Inglis expressed his belief that this debate is important enough to make it worth going beyond what seems practical and exploring the realm of what is possible. Looking to the architectures already in use by Google and cloud computing services that will essentially give a user exceptional access if they lose their key or that give a company exceptional access for business purposes, he posited that such systems might represent an approach that has proven secure enough (while providing some forms of exceptional access) that people are willing to buy into it in large numbers.
Ball then commented that quantifying the costs of having unbreakable encryption versus the costs of requiring lawful access is both a hard and interesting problem. He stated that the costs of a world in which all secrets are known by law enforcement will be counterfactuals—the movements that did not organize or the protests against unjust policies that did not mobilize. He said that these costs are difficult to quantify.

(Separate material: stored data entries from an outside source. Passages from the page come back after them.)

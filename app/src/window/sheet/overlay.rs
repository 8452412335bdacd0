//! What lies over the drawing and is not printed: frame, selection, ghosts, ranking letters.

use super::gesture::{self, Gesture};
use super::{Composed, Sheet};
use crate::session::{Selection, Session};
use crate::window::places::{self, rank};
use crate::window::theme::{self, LIGHT};
use chem::drawing::Drawing;
use chem::geom::{self, Point};
use chem::molecule::{AtomIx, Order};
use chem::pipeline::Place;
use chem::stereo::Ligand;
use egui::{Align2, Painter, Pos2, Rect, Response, Stroke, StrokeKind, pos2, vec2};

/// Space between the ink and the corner ticks, in screen points.
const AIR: f32 = 12.0;
/// Length of a corner tick.
const TICK: f32 = 12.0;

impl Sheet {
    /// Four corner ticks round the figure and its width in print beneath.
    /// On an empty sheet a word of what to do, unless something is about to come.
    pub(super) fn frame(
        &self,
        painter: &Painter,
        session: &Session,
        composed: &Composed,
        something_comes: bool,
    ) {
        if session.drawing().molecule().n_atoms() == 0 {
            if !something_comes {
                self.empty(painter);
            }
            return;
        }
        let page = self
            .view
            .of_ink(&composed.ink)
            .rect(composed.page)
            .expand(AIR);
        let line = Stroke::new(1.0, LIGHT.muted.gamma_multiply(0.7));
        for (corner, x, y) in [
            (page.left_top(), 1.0, 1.0),
            (page.right_top(), -1.0, 1.0),
            (page.left_bottom(), 1.0, -1.0),
            (page.right_bottom(), -1.0, -1.0),
        ] {
            painter.line_segment([corner, corner + vec2(x * TICK, 0.0)], line);
            painter.line_segment([corner, corner + vec2(0.0, y * TICK)], line);
        }
        if let Some((width, _)) = self.measures() {
            painter.text(
                pos2(page.center().x, page.max.y + 4.0),
                Align2::CENTER_TOP,
                format!("{width:.0} mm wide in print"),
                theme::upright(theme::CAPTION),
                LIGHT.muted,
            );
        }
    }

    fn empty(&self, painter: &Painter) {
        let at = self.view.rect().center();
        painter.text(
            at,
            Align2::CENTER_CENTER,
            "press and drag to draw a bond, or type 6 for a ring",
            theme::upright(theme::TEXT),
            LIGHT.muted,
        );
    }

    /// A thin ring round what is selected.
    pub(super) fn selection(&self, painter: &Painter, session: &Session) {
        let drawing = session.drawing();
        let line = Stroke::new(1.5, LIGHT.accent);
        let fill = LIGHT.accent.gamma_multiply(0.10);
        let radius = self.ring(drawing);
        let Selection { atoms, bonds } = session.selection();
        for bond in bonds {
            let ends = drawing.molecule().bond(*bond).ends;
            // between two rings a bond needs no outline of its own
            let held = ends.iter().all(|a| atoms.contains(a));
            let line = if held { Stroke::NONE } else { line };
            let ends = ends.map(|a| self.view.to_screen(drawing.point(a)));
            capsule(painter, ends, 0.55 * radius, fill, line);
        }
        for atom in atoms {
            let at = self.view.to_screen(drawing.point(*atom));
            painter.circle(at, radius, fill, line);
        }
    }

    fn ring(&self, drawing: &Drawing) -> f32 {
        (0.24 * drawing.bond_length() as f32 * self.view.scale()).clamp(6.0, 11.0)
    }

    /// The letters a, b, c, d beside the ligands of the selected place.
    pub(super) fn ranking(&self, painter: &Painter, session: &Session, composed: &Composed) {
        let Some(place) = places::chosen(session) else {
            return;
        };
        let drawing = session.drawing();
        let n = drawing.molecule().n_atoms();
        let to = self.view.of_ink(&composed.ink);
        let mut taken = composed
            .words
            .iter()
            .map(|r| to.rect(*r))
            .collect::<Vec<_>>();
        for (from, ligand, letter) in letters(place) {
            if from.index() >= n || ligand.index() >= n {
                continue;
            }
            let [p, q] = [from, ligand].map(|a| self.view.to_screen(drawing.point(a)));
            let at = self.letter_place(drawing, [p, q], &taken);
            taken.push(Rect::from_center_size(at, vec2(12.0, 14.0)));
            painter.text(
                at,
                Align2::CENTER_CENTER,
                letter,
                theme::italic(theme::TEXT + 1.0),
                LIGHT.accent,
            );
        }
    }

    /// The place beside a bond that is farthest from labels, captions and other bonds.
    fn letter_place(&self, drawing: &Drawing, [p, q]: [Pos2; 2], taken: &[Rect]) -> Pos2 {
        let m = drawing.molecule();
        let (along, across) = (q - p, (q - p).normalized().rot90());
        let free = |at: Pos2| {
            let words = taken.iter().map(|r| r.distance_to_pos(at));
            let bonds = m.bonds().map(|b| {
                let [a, c] = m
                    .bond(b)
                    .ends
                    .map(|e| self.view.to_screen(drawing.point(e)));
                segment_distance(at, a, c)
            });
            words.chain(bonds).fold(f32::INFINITY, f32::min)
        };
        let places = [0.5_f32, 0.65, 0.35]
            .into_iter()
            .flat_map(|t| [14.0_f32, -14.0, 18.0, -18.0].map(|d| p + t * along + d * across));
        places
            .max_by(|a, b| free(*a).min(14.0).total_cmp(&free(*b).min(14.0)))
            .unwrap_or(p)
    }

    /// What the pen would draw, what the pointer is on, or the area drawn out.
    pub(super) fn pen_ghost(&self, painter: &Painter, session: &Session, response: &Response) {
        let Some(at) = response.hover_pos().or(response.interact_pointer_pos()) else {
            return;
        };
        let drawing = session.drawing();
        let accent = LIGHT.accent.gamma_multiply(0.6);
        match &self.gesture {
            Gesture::Idle => {
                let under = gesture::hit(drawing, &self.view, at);
                let line = Stroke::new(1.0, accent);
                if let Some(atom) = under.only_atom() {
                    let at = self.view.to_screen(drawing.point(atom));
                    painter.circle_stroke(at, self.ring(drawing), line);
                } else if let Some(bond) = under.only_bond() {
                    let ends = drawing.molecule().bond(bond).ends;
                    let ends = ends.map(|a| self.view.to_screen(drawing.point(a)));
                    let clear = egui::Color32::TRANSPARENT;
                    capsule(painter, ends, 0.55 * self.ring(drawing), clear, line);
                }
            }
            Gesture::Pen(start) => {
                let modifiers = painter.ctx().input(|i| i.modifiers);
                let stroke = self.stroke(*start, at, session, modifiers);
                let ends = stroke.ends.map(|p| self.view.to_screen(p));
                if !stroke.edits.is_empty() {
                    let width = self.line_width(session);
                    bond(painter, ends, stroke.order, Stroke::new(width, accent));
                    painter.circle_stroke(ends[1], 4.0, Stroke::new(1.0, accent));
                }
            }
            Gesture::Area(from) => {
                let area = Rect::from_two_pos(*from, at);
                let fill = LIGHT.accent.gamma_multiply(0.06);
                let line = Stroke::new(1.0, accent);
                painter.rect(area, 0, fill, line, StrokeKind::Inside);
            }
            Gesture::Move(..) | Gesture::Pan => {}
        }
    }

    fn line_width(&self, session: &Session) -> f32 {
        let (style, drawing) = (session.figure().style, session.drawing());
        let bond = drawing.bond_length() as f32 * self.view.scale();
        (style.line_width / style.bond_length) as f32 * bond
    }
}

fn capsule(painter: &Painter, ends: [Pos2; 2], radius: f32, fill: egui::Color32, line: Stroke) {
    let v = (ends[1] - ends[0]).normalized();
    let start = v.angle() + std::f32::consts::FRAC_PI_2;
    let arc = |center: Pos2, from: f32| {
        (0..=8_u8).map(move |i| {
            let angle = from + std::f32::consts::PI * f32::from(i) / 8.0;
            center + radius * vec2(angle.cos(), angle.sin())
        })
    };
    let points = arc(ends[0], start)
        .chain(arc(ends[1], start + std::f32::consts::PI))
        .collect();
    painter.add(egui::Shape::convex_polygon(points, fill, line));
}

fn bond(painter: &Painter, ends: [Pos2; 2], order: Order, line: Stroke) {
    let across = (ends[1] - ends[0]).normalized().rot90() * (3.0 * line.width).max(4.0);
    let shifts: &[f32] = match order {
        Order::Single | Order::Special(_) => &[0.0],
        Order::Double => &[-0.5, 0.5],
        Order::Triple => &[-1.0, 0.0, 1.0],
    };
    for shift in shifts {
        painter.line_segment(ends.map(|p| p + across * *shift), line);
    }
}

/// Distance on the screen.
fn segment_distance(at: Pos2, a: Pos2, b: Pos2) -> f32 {
    let [at, a, b] = [at, a, b].map(|p| Point::new(f64::from(p.x), f64::from(p.y)));
    geom::distance_to_segment(at, a, b) as f32
}

/// The atoms of each ranked ligand that is drawn: the one that holds it, the ligand, its letter.
fn letters(place: &Place) -> Vec<(AtomIx, AtomIx, &'static str)> {
    let ends = place.atoms.as_slice();
    let ranked = place.ranking.iter().enumerate();
    ranked
        .filter_map(|(i, ligand)| {
            let Ligand::Atom(to) = *ligand else {
                return None;
            };
            let (end, letter) = rank(place.kind, i)?;
            Some((*ends.get(end)?, to, letter))
        })
        .collect()
}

Ball noted that “everyone thinks they’re the good guy,” warning that believing one is working toward a good and higher purpose can at times lead people to choose means that are unsavory because they seem justified by the ends.
In his final remarks, Baker echoed the sentiment that it is worth reaching for the possible, likening the current state to a “pre-iPad” frame of mind in which we cannot imagine a different framework simply because we have not thought of it yet. Suggesting that there could be a solution that has not yet presented itself, he said that perhaps what we should seek is some way to “think different.”